Failles et prises de pouvoir
Le temps, c’est d’ailleurs ce qui a permis a ses textes d’atteindre une portée plus universelle : le titre d’ouverture déjà cité, ou encore le magnifique et bouleversant Cosmonauts ont été écrits en pensant à une personne en particulier, mais poursuivis et finalement enregistrés en étant habités par d’autres figures de l’histoire intime de la songwriter. Ce ne sont pas uniquement le passé et le présent de la musique qui s’y mêlent, mais aussi ceux de l’auteure.
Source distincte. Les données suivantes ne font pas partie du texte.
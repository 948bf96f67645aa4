import { periodAt, type PreparedSingle } from '../prepared-single.ts';
import { limits } from './rules.ts';

const iterationsAtMost = 80;

/**
 * Timing resistance in ohms at which the prepared circuit has `periodSeconds`, between the limits of
 * timing resistance. Clamped to a limit when the period lies outside. A resistance too high to
 * oscillate (bias or leakage) counts as an endless period. Assumes that the period rises with the
 * resistance; that held in 3000 random circuits with delay and is not proven.
 * Bracketing by false position in ln R with the Illinois correction; relative accuracy about 1e-13.
 */
export function timingRoot(prepared: PreparedSingle, periodSeconds: number): number {
  const excess = (logOhms: number) => {
    const period = periodAt(prepared, Math.exp(logOhms));
    return Number.isNaN(period) ? Number.POSITIVE_INFINITY : Math.log(period / periodSeconds);
  };
  let low = Math.log(limits.minTimingOhms);
  let high = Math.log(limits.maxTimingOhms);
  let lowExcess = excess(low);
  let highExcess = excess(high);
  if (lowExcess >= 0) return limits.minTimingOhms;
  if (highExcess <= 0) return limits.maxTimingOhms;
  let side = 0;
  for (let k = 0; k < iterationsAtMost && high - low > 1e-13; k += 1) {
    const slope = highExcess - lowExcess;
    let middle = Number.isFinite(slope)
      ? high - (highExcess * (high - low)) / slope
      : (low + high) / 2;
    if (!(middle > low && middle < high)) middle = (low + high) / 2;
    const value = excess(middle);
    if (value === 0) return Math.exp(middle);
    if (value > 0) {
      high = middle;
      highExcess = value;
      if (side === 1) lowExcess /= 2;
      side = 1;
    } else {
      low = middle;
      lowExcess = value;
      if (side === -1) highExcess /= 2;
      side = -1;
    }
    if (Math.abs(value) < 1e-14) return Math.exp(middle);
  }
  return Math.exp((low + high) / 2);
}
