import { eSeriesMantissas } from '../e-series.ts';
import { limits } from './rules.ts';
import type { StockedResistor } from './shelf.ts';

/** The shelf's resistors by value. Arrays run along `ohms`. */
export interface ResistorValues {
  /** Distinct values in ohms, ascending. */
  ohms: Float64Array;
  /** All parts of a value, by price, then id. */
  parts: readonly (readonly StockedResistor[])[];
  /** Whether the value may be one of a pair. */
  pairs: Uint8Array;
}

const sameValue = 1e-12;

/** Groups resistors by value; values within 1e-12 of each other count as one. */
export function groupByValue(resistors: readonly StockedResistor[]): ResistorValues {
  const sorted = [...resistors].sort(
    (a, b) => a.ohms - b.ohms || a.priceMinor - b.priceMinor || a.id - b.id,
  );
  const groups: StockedResistor[][] = [];
  for (const part of sorted) {
    const last = groups.at(-1);
    if (last && part.ohms / last[0]!.ohms - 1 < sameValue) last.push(part);
    else groups.push([part]);
  }
  for (const group of groups) group.sort((a, b) => a.priceMinor - b.priceMinor || a.id - b.id);
  const many = groups.length > limits.maxPairedValues;
  const ohms = Float64Array.from(groups, (group) => group[0]!.ohms);
  return {
    ohms,
    parts: groups,
    pairs: Uint8Array.from(ohms, (value) => (many && !isPreferred(value) ? 0 : 1)),
  };
}

const preferred = new Set(
  [...eSeriesMantissas('E24').map((mantissa) => mantissa * 10), ...eSeriesMantissas('E192')].map(
    (mantissa) => Math.round(mantissa),
  ),
);

/** True for a value of E24 or E192 (IEC 60063) in any decade. */
function isPreferred(ohms: number): boolean {
  const figures = Number(ohms.toPrecision(3));
  if (Math.abs(figures / ohms - 1) > 1e-9) return false;
  return preferred.has(Number(figures.toExponential(2).replace(/[.]|e.*$/g, '')));
}

/**
 * Every timing resistance that the values can form: one alone, or two in series or in parallel.
 * Sorted by ohms, then by how they are formed; arrays of one length. `first` and `second` are
 * places in `ResistorValues`, `second` is −1 for one alone, `parallel` 1 for a parallel pair.
 */
export interface TimingTable {
  ohms: Float64Array;
  first: Int16Array;
  second: Int16Array;
  parallel: Uint8Array;
}

/**
 * Forms the table between the limits of timing resistance. Stock and tolerance are not looked at,
 * so it stays good while quantities, prices and kinds of one value change. n values give at most
 * n + n(n+1) entries of 13 bytes: 1.5 MB for 340 values, 21 MB for 1260.
 */
export function formTimingTable(values: ResistorValues): TimingTable {
  const keys = sortedKeys(values);
  const codes = new Uint32Array(keys.buffer);
  const n = values.ohms.length;
  const codeMask = codeMaskOf(n);
  const table: TimingTable = {
    ohms: new Float64Array(keys.length),
    first: new Int16Array(keys.length),
    second: new Int16Array(keys.length),
    parallel: new Uint8Array(keys.length),
  };
  for (let k = 0; k < keys.length; k += 1) {
    const code = codes[2 * k]! & codeMask;
    const parallel = code & 1;
    const first = Math.floor((code >> 1) / (n + 1));
    const place = (code >> 1) - first * (n + 1);
    const second = place === n ? -1 : place;
    const alone = values.ohms[first]!;
    const ohms = second < 0 ? alone : joinedOhms(alone, values.ohms[second]!, parallel === 1);
    let at = k;
    // The keys are sorted by their upper bits only; what those don't tell apart is put in order here.
    for (; at > 0 && table.ohms[at - 1]! > ohms; at -= 1) copyEntry(table, at - 1, at);
    table.ohms[at] = ohms;
    table.first[at] = first;
    table.second[at] = second;
    table.parallel[at] = parallel;
  }
  return table;
}

/**
 * Lowest bits that number every way of n values. For 2000 values they leave 2e-9 of a double's
 * precision, for the 32767 that the table's arrays can name 5e-7.
 */
function codeMaskOf(n: number): number {
  return 2 ** Math.ceil(Math.log2(2 * n * (n + 1) + 1)) - 1;
}

/**
 * The value of every way with the way's number in its lowest bits, sorted. Numbers sort natively
 * some ten times faster than indices by a comparison. Relies on little-endian doubles, as every
 * platform that runs Node has.
 */
function sortedKeys({ ohms, pairs }: ResistorValues): Float64Array {
  const n = ohms.length;
  const codeMask = codeMaskOf(n);
  const paired = pairs.reduce((sum, each) => sum + each, 0);
  const keys = new Float64Array(n + paired * (paired + 1));
  const words = new Uint32Array(keys.buffer);
  let count = 0;
  const add = (value: number, code: number) => {
    if (value < limits.minTimingOhms || value > limits.maxTimingOhms) return;
    keys[count] = value;
    words[2 * count] = ((words[2 * count]! & ~codeMask) | code) >>> 0;
    count += 1;
  };
  for (let i = 0; i < n; i += 1) {
    const row = i * (n + 1);
    add(ohms[i]!, 2 * (row + n));
    if (pairs[i] === 0) continue;
    for (let j = i; j < n; j += 1) {
      if (pairs[j] === 0) continue;
      add(joinedOhms(ohms[i]!, ohms[j]!, false), 2 * (row + j));
      add(joinedOhms(ohms[i]!, ohms[j]!, true), 2 * (row + j) + 1);
    }
  }
  return keys.slice(0, count).sort();
}

/** Resistance of two resistors side by side (`parallel`) or one after the other, in the unit given. */
export function joinedOhms(first: number, second: number, parallel: boolean): number {
  return parallel ? (first * second) / (first + second) : first + second;
}

function copyEntry(table: TimingTable, from: number, to: number): void {
  table.ohms[to] = table.ohms[from]!;
  table.first[to] = table.first[from]!;
  table.second[to] = table.second[from]!;
  table.parallel[to] = table.parallel[from]!;
}

/** Place of the first entry not below `wanted` in an ascending array; its length when all are below. */
export function firstNotBelow(ascending: Float64Array, wanted: number): number {
  let low = 0;
  let high = ascending.length;
  while (low < high) {
    const middle = (low + high) >> 1;
    if (ascending[middle]! < wanted) low = middle + 1;
    else high = middle;
  }
  return low;
}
Les failles et les prises de pouvoir de son chant sont indissociables de la portée éminemment féministe de l’album, dimension essentielle qui ne doit pas occulter son aboutissement esthétique – bien au contraire, elle en fait même partie intégrante, embrassant les cris de ralliement de l’empowerment et les confessions brisées qui trouveront écho chez plus d’une.
Souverainement, la voix est soutenue sur bien des titres par un groove étrange. Étrange, car autant mental que physique, et installé sur des rythmes volontiers tordus, qui nous prend de biais comme les sérénades acides du Joe Jackson de Night and Day, l’un des rares disques que, dans sa façon d’avancer en volutes, FTBC pourrait élire comme prédécesseur. Mais difficile de rattacher fermement cet album à une lignée droite et directe, de ses racines aux héritières que sont, par exemple, Billie Eilish sur le versant international ou la gréco-berlinoise Sissi Rada du côté des trésors cachés (l’album Pragma de 2016 sur le label Inner Ear), surtout à l’écoute de sommets comme le tribal Relay ou le déchirant Heavy Balloon.
Ce qui saisit le plus, c’est qu’un tel niveau de maîtrise dans l’écriture, l’architecture et l’interprétation des chansons débouche sur autant d’accidentel, de fructueux déséquilibres – on aurait voulu faire écouter ce disque à Christophe, tiens, sûr que lui comme personne aurait su apprécier cette dimension. Sur Under the Table Fiona Apple nous prévient : “I won’t shut up”. Que ce qui s’ouvre avec ce disque extraordinaire, qu’il s’agisse d’une nouvelle ère où simplement d’une nouvelle décennie de musique pop excitante, ne soit pas près de se refermer, voilà exactement l’étrange et belle nouvelle qu’on attendait.